(DIRECTIONS): All of the records below need to be copied exactly.

(DATA IN THIS EXERCISE):

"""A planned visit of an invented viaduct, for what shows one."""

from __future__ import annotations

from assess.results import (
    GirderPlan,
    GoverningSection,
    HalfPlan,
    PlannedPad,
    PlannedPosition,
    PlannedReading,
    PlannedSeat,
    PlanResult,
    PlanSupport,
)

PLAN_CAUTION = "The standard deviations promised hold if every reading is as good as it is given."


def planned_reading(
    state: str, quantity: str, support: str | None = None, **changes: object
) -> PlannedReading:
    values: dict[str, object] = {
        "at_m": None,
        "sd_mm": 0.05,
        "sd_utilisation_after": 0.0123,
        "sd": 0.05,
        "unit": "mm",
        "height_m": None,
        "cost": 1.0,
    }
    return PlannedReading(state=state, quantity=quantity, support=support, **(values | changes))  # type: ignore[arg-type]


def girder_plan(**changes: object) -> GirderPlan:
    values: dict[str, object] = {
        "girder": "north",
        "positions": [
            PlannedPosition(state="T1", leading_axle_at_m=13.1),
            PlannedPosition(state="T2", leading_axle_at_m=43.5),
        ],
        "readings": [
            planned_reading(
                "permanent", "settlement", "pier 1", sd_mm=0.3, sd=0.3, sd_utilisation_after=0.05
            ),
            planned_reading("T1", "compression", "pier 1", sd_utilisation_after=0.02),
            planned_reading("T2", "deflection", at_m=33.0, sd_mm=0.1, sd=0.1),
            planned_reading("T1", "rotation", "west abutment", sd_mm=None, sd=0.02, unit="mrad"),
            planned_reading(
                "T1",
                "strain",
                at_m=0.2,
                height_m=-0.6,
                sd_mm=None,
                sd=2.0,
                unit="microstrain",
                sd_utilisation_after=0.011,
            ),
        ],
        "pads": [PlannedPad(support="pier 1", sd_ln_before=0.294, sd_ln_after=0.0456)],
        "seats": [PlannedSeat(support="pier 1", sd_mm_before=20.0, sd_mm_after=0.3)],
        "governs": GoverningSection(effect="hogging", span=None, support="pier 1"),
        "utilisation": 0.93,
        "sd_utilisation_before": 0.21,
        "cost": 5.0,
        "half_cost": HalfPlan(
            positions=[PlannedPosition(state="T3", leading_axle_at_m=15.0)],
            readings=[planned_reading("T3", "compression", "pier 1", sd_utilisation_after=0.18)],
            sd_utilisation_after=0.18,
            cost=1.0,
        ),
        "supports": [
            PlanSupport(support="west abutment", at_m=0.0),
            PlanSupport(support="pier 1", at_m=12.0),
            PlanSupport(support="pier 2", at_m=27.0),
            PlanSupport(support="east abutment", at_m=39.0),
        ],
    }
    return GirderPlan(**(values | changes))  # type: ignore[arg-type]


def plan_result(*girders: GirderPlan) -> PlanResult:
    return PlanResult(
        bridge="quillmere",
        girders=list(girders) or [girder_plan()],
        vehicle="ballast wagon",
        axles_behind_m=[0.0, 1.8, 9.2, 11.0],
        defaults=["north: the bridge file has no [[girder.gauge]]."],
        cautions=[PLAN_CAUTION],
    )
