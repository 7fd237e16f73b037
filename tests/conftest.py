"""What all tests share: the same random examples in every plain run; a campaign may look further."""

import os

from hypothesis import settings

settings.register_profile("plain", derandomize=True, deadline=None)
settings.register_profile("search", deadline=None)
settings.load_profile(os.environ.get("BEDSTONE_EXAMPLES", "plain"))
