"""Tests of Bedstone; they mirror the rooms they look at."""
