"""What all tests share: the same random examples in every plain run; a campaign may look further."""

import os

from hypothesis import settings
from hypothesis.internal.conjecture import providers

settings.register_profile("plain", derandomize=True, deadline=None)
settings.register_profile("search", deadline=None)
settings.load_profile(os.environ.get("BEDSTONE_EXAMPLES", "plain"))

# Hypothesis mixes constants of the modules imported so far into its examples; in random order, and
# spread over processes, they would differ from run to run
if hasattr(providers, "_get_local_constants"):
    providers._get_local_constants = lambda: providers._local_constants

(FINAL ANSWER):
"""A planned visit of an invented viaduct, for what shows one."""

from __future__ import annotations

from assess.results import (
    GirderPlan,
    GoverningSection,
    HalfPlan,
    PlannedPad,
    PlannedPosition,
    PlannedReading,
    PlannedSeat,
    PlanResult,
    PlanSupport,
)

PLAN_CAUTION = "The standard deviations promised hold if every reading is as good as it is given."


def planned_reading(
    state: str, quantity: str, support: str | None = None, **changes: object
) -> PlannedReading:
    values: dict[str, object] = {
        "at_m": None,
        "sd_mm": 0.05,
        "sd_utilisation_after": 0.0123,
        "sd": 0.05,
        "unit": "mm",
        "height_m": None,
        "cost": 1.0,
    }
    return PlannedReading(state=state, quantity=quantity, support=support, **(values | changes))  # type: ignore[arg-type]


def girder_plan(**changes: object) -> GirderPlan:
    values: dict[str, object] = {
        "girder": "north",
        "positions": [
            PlannedPosition(state="T1", leading_axle_at_m=13.1),
            PlannedPosition(state="T2", leading_axle_at_m=43.5),
        ],
        "readings": [
            planned_reading(
                "permanent", "settlement", "pier 1", sd_mm=0.3, sd=0.3, sd_utilisation_after=0.05
            ),
            planned_reading("T1", "compression", "pier 1", sd_utilisation_after=0.02),
            planned_reading("T2", "deflection", at_m=33.0, sd_mm=0.1, sd=0.1),
            planned_reading("T1", "rotation", "west abutment", sd_mm=None, sd=0.02, unit="mrad"),
            planned_reading(
                "T1",
                "strain",
                at_m=0.2,
                height_m=-0.6,
                sd_mm=None,
                sd=2.0,
                unit="microstrain",
                sd_utilisation_after=0.011,
            ),
        ],
        "pads": [PlannedPad(support="pier 1", sd_ln_before=0.294, sd_ln_after=0.0456)],
        "seats": [PlannedSeat(support="pier 1", sd_mm_before=20.0, sd_mm_after=0.3)],
        "governs": GoverningSection(effect="hogging", span=None, support="pier 1"),
        "utilisation": 0.93,
        "sd_utilisation_before": 0.21,
        "cost": 5.0,
        "half_cost": HalfPlan(
            positions=[PlannedPosition(state="T3", leading_axle_at_m=15.0)],
            readings=[planned_reading("T3", "compression", "pier 1", sd_utilisation_after=0.18)],
            sd_utilisation_after=0.18,
            cost=1.0,
        ),
        "supports": [
            PlanSupport(support="west abutment", at_m=0.0),
            PlanSupport(support="pier 1", at_m=12.0),
            PlanSupport(support="pier 2", at_m=27.0),
            PlanSupport(support="east abutment", at_m=39.0),
        ],
    }
    return GirderPlan(**(values | changes))  # type: ignore[arg-type]


def plan_result(*girders: GirderPlan) -> PlanResult:
    return PlanResult(
        bridge="quillmere",
        girders=list(girders) or [girder_plan()],
        vehicle="ballast wagon",
        axles_behind_m=[0.0, 1.8, 9.2, 11.0],
        defaults=["north: the bridge file has no [[girder.gauge]]."],
        cautions=[PLAN_CAUTION],
    )
repository 7fd237e16f73b037
filename tests/conftest.py
"""What all tests share: the same random examples in every plain run; a campaign may look further."""

import os

from hypothesis import settings

settings.register_profile("plain", derandomize=True, deadline=None)
settings.register_profile("search", deadline=None)
settings.load_profile(os.environ.get("BEDSTONE_EXAMPLES", "plain"))
"""Tests of Bedstone; they mirror the rooms they look at."""
"""What all tests share: the same random examples in every plain run; a campaign may look further."""

import os

from hypothesis import settings
from hypothesis.internal.conjecture import providers

settings.register_profile("plain", derandomize=True, deadline=None)
settings.register_profile("search", deadline=None)
settings.load_profile(os.environ.get("BEDSTONE_EXAMPLES", "plain"))

# Hypothesis mixes constants of the modules imported so far into its examples; in random order, and
# spread over processes, they would differ from run to run
if hasattr(providers, "_get_local_constants"):
    providers._get_local_constants = lambda: providers._local_constants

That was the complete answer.